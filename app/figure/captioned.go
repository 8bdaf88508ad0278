package figure

import (
	"bytes"
	"fmt"
	"image"
	"image/color"
	"path/filepath"
	"strings"

	"gonum.org/v1/plot"
	"gonum.org/v1/plot/vg"
	"gonum.org/v1/plot/vg/draw"
	"gonum.org/v1/plot/vg/vgimg"
	_ "gonum.org/v1/plot/vg/vgsvg" // SVG export

	"broadline/app/core"
)

// Captioned is a figure with the caption lines that go under it, as the
// export writes it.
type Captioned struct {
	Plot    *plot.Plot
	Caption []string
}

// Model is the figure of bench b's model m on its epoch's observed
// spectrum, with the knock-out of element z drawn too when knock is not
// nil, and its caption (the model, the knock-out, the dataset's label and
// the cautions).
func Model(b *core.Bench, m core.Model, ov, knock *core.Overlay, z int, u core.WaveUnit) (*Captioned, error) {
	d := b.Data
	title := fmt.Sprintf("%s, %g d after explosion", d.Object, d.Epochs[m.Epoch].Days)
	p, err := Spectrum(b.Observed[m.Epoch], ov, title, u)
	if err != nil {
		return nil, err
	}
	caption := []string{m.Caption(fmt.Sprintf("model (χ²/N = %.2f)", ov.Reduced()))}
	if knock != nil {
		sym := core.ElementSymbol(z)
		if err := AddCurve(p, knock.Wavelength, knock.Flux, u, KnockOutStyle, "model without "+sym); err != nil {
			return nil, err
		}
		caption = append(caption, fmt.Sprintf("Dashed: the same model without the lines of %s (χ²/N = %.2f).", sym, knock.Reduced()))
	}
	return &Captioned{Plot: p, Caption: append(caption, d.CaptionTail()...)}, nil
}

// Comparison is the figure of one epoch's observed spectrum with the
// candidates' models, and its caption: one line per candidate with its
// parameters and composition, the dataset's label, and the cautions.
func Comparison(b *core.Bench, cmp *core.Comparison, u core.WaveUnit) (*Captioned, error) {
	d := b.Data
	title := fmt.Sprintf("%s, %g d after explosion: candidate compositions", d.Object, d.Epochs[cmp.Epoch].Days)
	p, err := Spectrum(b.Observed[cmp.Epoch], nil, title, u)
	if err != nil {
		return nil, err
	}
	var caption []string
	for i, c := range cmp.Candidates {
		ov := cmp.Models[i]
		name := fmt.Sprintf("%s  (χ²/N = %.2f)", c.Label, ov.Reduced())
		if ov.Preview {
			name += ", preview"
		}
		if err := AddCurve(p, ov.Wavelength, ov.Flux, u, CandidateStyles[i%len(CandidateStyles)], name); err != nil {
			return nil, err
		}
		caption = append(caption, c.Model.Caption(c.Label))
	}
	return &Captioned{Plot: p, Caption: append(caption, d.CaptionTail()...)}, nil
}

// ExportFormats are the file types Export writes, by extension.
var ExportFormats = map[string]string{".png": "png", ".svg": "svg", ".pdf": "pdf"}

// Export writes the figure with its caption under it to path, as PNG, SVG
// or PDF by the path's extension, w × h in size (the caption takes its
// share of h). The file is written atomically: a failure leaves any
// earlier file at path as it was.
func (f *Captioned) Export(path string, w, h vg.Length) error {
	format, ok := ExportFormats[strings.ToLower(filepath.Ext(path))]
	if !ok {
		return fmt.Errorf("export figure: %s: unknown file type (use .png, .svg or .pdf)", path)
	}
	var c vg.CanvasWriterTo
	if format == "pdf" {
		c = newPDF(w, h) // not gonum's vgpdf: see pdf.go
	} else {
		var err error
		if c, err = draw.NewFormattedCanvas(w, h, format); err != nil {
			return fmt.Errorf("export figure: %w", err)
		}
	}
	f.draw(c)
	var buf bytes.Buffer
	if _, err := c.WriteTo(&buf); err != nil {
		return fmt.Errorf("export figure: %w", err)
	}
	if err := core.WriteFileAtomic(path, buf.Bytes()); err != nil {
		return fmt.Errorf("export figure: %w", err)
	}
	return nil
}

// draw draws the plot on cv with the caption lines under it, each wrapped
// at spaces to the canvas's width.
func (f *Captioned) draw(cv vg.CanvasSizer) {
	dc := draw.New(cv)
	sty := f.Plot.Legend.TextStyle
	sty.Font.Size = vg.Points(8)
	sty.Color = color.Black
	margin := vg.Points(8)
	var lines []string
	for _, c := range f.Caption {
		lines = append(lines, WrapText(c, dc.Max.X-dc.Min.X-2*margin, sty.Width)...)
	}
	line := sty.FontExtents().Height * 1.25
	capH := line*vg.Length(len(lines)) + vg.Points(6)
	f.Plot.Draw(draw.Crop(dc, 0, 0, capH, 0))
	for i, txt := range lines {
		dc.FillText(sty, vg.Point{X: dc.Min.X + margin, Y: dc.Min.Y + capH - line*vg.Length(i+1)}, txt)
	}
}

// WrapText splits s at spaces into lines no wider than w as measured by
// width (a word wider than w gets a line of its own).
func WrapText(s string, w vg.Length, width func(string) vg.Length) []string {
	var out []string
	cur := ""
	for _, word := range strings.Fields(s) {
		next := word
		if cur != "" {
			next = cur + " " + word
		}
		if cur != "" && width(next) > w {
			out = append(out, cur)
			next = word
		}
		cur = next
	}
	if cur != "" {
		out = append(out, cur)
	}
	return out
}

// Render draws the figure with its caption into an image of w×h pixels at
// 96 dpi, for the screen.
func (f *Captioned) Render(w, h int) image.Image {
	const dpi = 96
	c := vgimg.NewWith(vgimg.UseWH(vg.Length(w)*vg.Inch/dpi, vg.Length(h)*vg.Inch/dpi), vgimg.UseDPI(dpi))
	f.draw(c)
	return c.Image()
}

» Exercise directions
Transcribe each of the records above exactly.

» Task answer
filename app/figure/captioned.go
repository 8bdaf88508ad0278
package figure

import (
	"bytes"
	"fmt"
	"image"
	"image/color"
	"path/filepath"
	"strings"

	"gonum.org/v1/plot"
	"gonum.org/v1/plot/vg"
	"gonum.org/v1/plot/vg/draw"
	"gonum.org/v1/plot/vg/vgimg"
	_ "gonum.org/v1/plot/vg/vgsvg" // SVG export

	"broadline/app/core"
)

// Captioned is a figure with the caption lines that go under it, as the
// export writes it.
type Captioned struct {
	Plot    *plot.Plot
	Caption []string
}

// Model is the figure of bench b's model m on its epoch's observed
// spectrum, with the knock-out of element z drawn too when knock is not
// nil, and its caption (the model, the knock-out, the dataset's label and
// the cautions).
func Model(b *core.Bench, m core.Model, ov, knock *core.Overlay, z int, u core.WaveUnit) (*Captioned, error) {
	d := b.Data
	title := fmt.Sprintf("%s, %g d after explosion", d.Object, d.Epochs[m.Epoch].Days)
	p, err := Spectrum(b.Observed[m.Epoch], ov, title, u)
	if err != nil {
		return nil, err
	}
	caption := []string{m.Caption(fmt.Sprintf("model (χ²/N = %.2f)", ov.Reduced()))}
	if knock != nil {
		sym := core.ElementSymbol(z)
		if err := AddCurve(p, knock.Wavelength, knock.Flux, u, KnockOutStyle, "model without "+sym); err != nil {
			return nil, err
		}
		caption = append(caption, fmt.Sprintf("Dashed: the same model without the lines of %s (χ²/N = %.2f).", sym, knock.Reduced()))
	}
	return &Captioned{Plot: p, Caption: append(caption, d.CaptionTail()...)}, nil
}

// Comparison is the figure of one epoch's observed spectrum with the
// candidates' models, and its caption: one line per candidate with its
// parameters and composition, the dataset's label, and the cautions.
func Comparison(b *core.Bench, cmp *core.Comparison, u core.WaveUnit) (*Captioned, error) {
	d := b.Data
	title := fmt.Sprintf("%s, %g d after explosion: candidate compositions", d.Object, d.Epochs[cmp.Epoch].Days)
	p, err := Spectrum(b.Observed[cmp.Epoch], nil, title, u)
	if err != nil {
		return nil, err
	}
	var caption []string
	for i, c := range cmp.Candidates {
		ov := cmp.Models[i]
		name := fmt.Sprintf("%s  (χ²/N = %.2f)", c.Label, ov.Reduced())
		if ov.Preview {
			name += ", preview"
		}
		if err := AddCurve(p, ov.Wavelength, ov.Flux, u, CandidateStyles[i%len(CandidateStyles)], name); err != nil {
			return nil, err
		}
		caption = append(caption, c.Model.Caption(c.Label))
	}
	return &Captioned{Plot: p, Caption: append(caption, d.CaptionTail()...)}, nil
}

// ExportFormats are the file types Export writes, by extension.
var ExportFormats = map[string]string{".png": "png", ".svg": "svg", ".pdf": "pdf"}

// Export writes the figure with its caption under it to path, as PNG, SVG
// or PDF by the path's extension, w × h in size (the caption takes its
// share of h). The file is written atomically: a failure leaves any
// earlier file at path as it was.
func (f *Captioned) Export(path string, w, h vg.Length) error {
	format, ok := ExportFormats[strings.ToLower(filepath.Ext(path))]
	if !ok {
		return fmt.Errorf("export figure: %s: unknown file type (use .png, .svg or .pdf)", path)
	}
	var c vg.CanvasWriterTo
	if format == "pdf" {
		c = newPDF(w, h) // not gonum's vgpdf: see pdf.go
	} else {
		var err error
		if c, err = draw.NewFormattedCanvas(w, h, format); err != nil {
			return fmt.Errorf("export figure: %w", err)
		}
	}
	f.draw(c)
	var buf bytes.Buffer
	if _, err := c.WriteTo(&buf); err != nil {
		return fmt.Errorf("export figure: %w", err)
	}
	if err := core.WriteFileAtomic(path, buf.Bytes()); err != nil {
		return fmt.Errorf("export figure: %w", err)
	}
	return nil
}

// draw draws the plot on cv with the caption lines under it, each wrapped
// at spaces to the canvas's width.
func (f *Captioned) draw(cv vg.CanvasSizer) {
	dc := draw.New(cv)
	sty := f.Plot.Legend.TextStyle
	sty.Font.Size = vg.Points(8)
	sty.Color = color.Black
	margin := vg.Points(8)
	var lines []string
	for _, c := range f.Caption {
		lines = append(lines, WrapText(c, dc.Max.X-dc.Min.X-2*margin, sty.Width)...)
	}
	line := sty.FontExtents().Height * 1.25
	capH := line*vg.Length(len(lines)) + vg.Points(6)
	f.Plot.Draw(draw.Crop(dc, 0, 0, capH, 0))
	for i, txt := range lines {
		dc.FillText(sty, vg.Point{X: dc.Min.X + margin, Y: dc.Min.Y + capH - line*vg.Length(i+1)}, txt)
	}
}

// WrapText splits s at spaces into lines no wider than w as measured by
// width (a word wider than w gets a line of its own).
func WrapText(s string, w vg.Length, width func(string) vg.Length) []string {
	var out []string
	cur := ""
	for _, word := range strings.Fields(s) {
		next := word
		if cur != "" {
			next = cur + " " + word
		}
		if cur != "" && width(next) > w {
			out = append(out, cur)
			next = word
		}
		cur = next
	}
	if cur != "" {
		out = append(out, cur)
	}
	return out
}

// Render draws the figure with its caption into an image of w×h pixels at
// 96 dpi, for the screen.
func (f *Captioned) Render(w, h int) image.Image {
	const dpi = 96
	c := vgimg.NewWith(vgimg.UseWH(vg.Length(w)*vg.Inch/dpi, vg.Length(h)*vg.Inch/dpi), vgimg.UseDPI(dpi))
	f.draw(c)
	return c.Image()
}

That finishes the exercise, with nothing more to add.